*** Begin section ***
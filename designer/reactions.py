"""Reaction equations as a chemist writes them, and their stoichiometric numbers."""

from __future__ import annotations

import re

from designer.records import Equation

_TERM = re.compile(
    r"(?:(?P<number>\d+(?:\.\d+)?|\.\d+)\s+)?(?P<species>[^\W\d][\w()+\-.',]*(?: [\w()+\-.',]+)*)"
)


class EquationError(ValueError):
    """The text is no reaction equation."""


def _side(text: str, whole: str) -> dict[str, float]:
    """Species and numbers of one side; terms are parted by a plus with spaces around it."""
    numbers: dict[str, float] = {}
    for term in re.split(r"\s+\+\s+", text.strip()) if text.strip() else []:
        match = _TERM.fullmatch(term.strip())
        if match is None:
            joined = re.match(r"[\d.]+(?=[^\W\d])", term.strip())
            hint = f"; part the {joined[0]} from the species by a space" if joined else ""
            raise EquationError(f"'{term.strip()}' is no species in '{whole}'{hint}")
        number = float(match["number"] or 1)
        if number <= 0:
            raise EquationError(f"'{term.strip()}' has no positive number before it")
        numbers[match["species"]] = numbers.get(match["species"], 0.0) + number
    return numbers


def equation(text: str, name: str = "") -> Equation:
    """Equation from text such as ``ester + 2 hydroxide -> acid + phenol``.

    A number before a species is parted from it by a space; nothing need be made. A species on both
    sides counts with the difference and stays in the equation even where that is 0.
    Raises EquationError.
    """
    sides = text.split("->")
    if len(sides) != 2:
        found = "no '->'" if len(sides) == 1 else "more than one '->'"
        raise EquationError(f"{found} in '{text.strip()}'")
    used, made = _side(sides[0], text.strip()), _side(sides[1], text.strip())
    if not used:
        raise EquationError(f"nothing stands before '->' in '{text.strip()}'")
    order = dict.fromkeys([*used, *made])
    numbers = tuple((species, made.get(species, 0.0) - used.get(species, 0.0)) for species in order)
    if not any(number < 0 for _, number in numbers):
        raise EquationError(f"nothing is used up in '{text.strip()}'")
    return Equation(name, text.strip(), numbers)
*** End section ***
Work request:
Repeat the listing above in full, word for word.

Output of the exercise:
filename designer/reactions.py
"""Reaction equations as a chemist writes them, and their stoichiometric numbers."""

from __future__ import annotations

import re

from designer.records import Equation

_TERM = re.compile(
    r"(?:(?P<number>\d+(?:\.\d+)?|\.\d+)\s+)?(?P<species>[^\W\d][\w()+\-.',]*(?: [\w()+\-.',]+)*)"
)


class EquationError(ValueError):
    """The text is no reaction equation."""


def _side(text: str, whole: str) -> dict[str, float]:
    """Species and numbers of one side; terms are parted by a plus with spaces around it."""
    numbers: dict[str, float] = {}
    for term in re.split(r"\s+\+\s+", text.strip()) if text.strip() else []:
        match = _TERM.fullmatch(term.strip())
        if match is None:
            joined = re.match(r"[\d.]+(?=[^\W\d])", term.strip())
            hint = f"; part the {joined[0]} from the species by a space" if joined else ""
            raise EquationError(f"'{term.strip()}' is no species in '{whole}'{hint}")
        number = float(match["number"] or 1)
        if number <= 0:
            raise EquationError(f"'{term.strip()}' has no positive number before it")
        numbers[match["species"]] = numbers.get(match["species"], 0.0) + number
    return numbers


def equation(text: str, name: str = "") -> Equation:
    """Equation from text such as ``ester + 2 hydroxide -> acid + phenol``.

    A number before a species is parted from it by a space; nothing need be made. A species on both
    sides counts with the difference and stays in the equation even where that is 0.
    Raises EquationError.
    """
    sides = text.split("->")
    if len(sides) != 2:
        found = "no '->'" if len(sides) == 1 else "more than one '->'"
        raise EquationError(f"{found} in '{text.strip()}'")
    used, made = _side(sides[0], text.strip()), _side(sides[1], text.strip())
    if not used:
        raise EquationError(f"nothing stands before '->' in '{text.strip()}'")
    order = dict.fromkeys([*used, *made])
    numbers = tuple((species, made.get(species, 0.0) - used.get(species, 0.0)) for species in order)
    if not any(number < 0 for _, number in numbers):
        raise EquationError(f"nothing is used up in '{text.strip()}'")
    return Equation(name, text.strip(), numbers)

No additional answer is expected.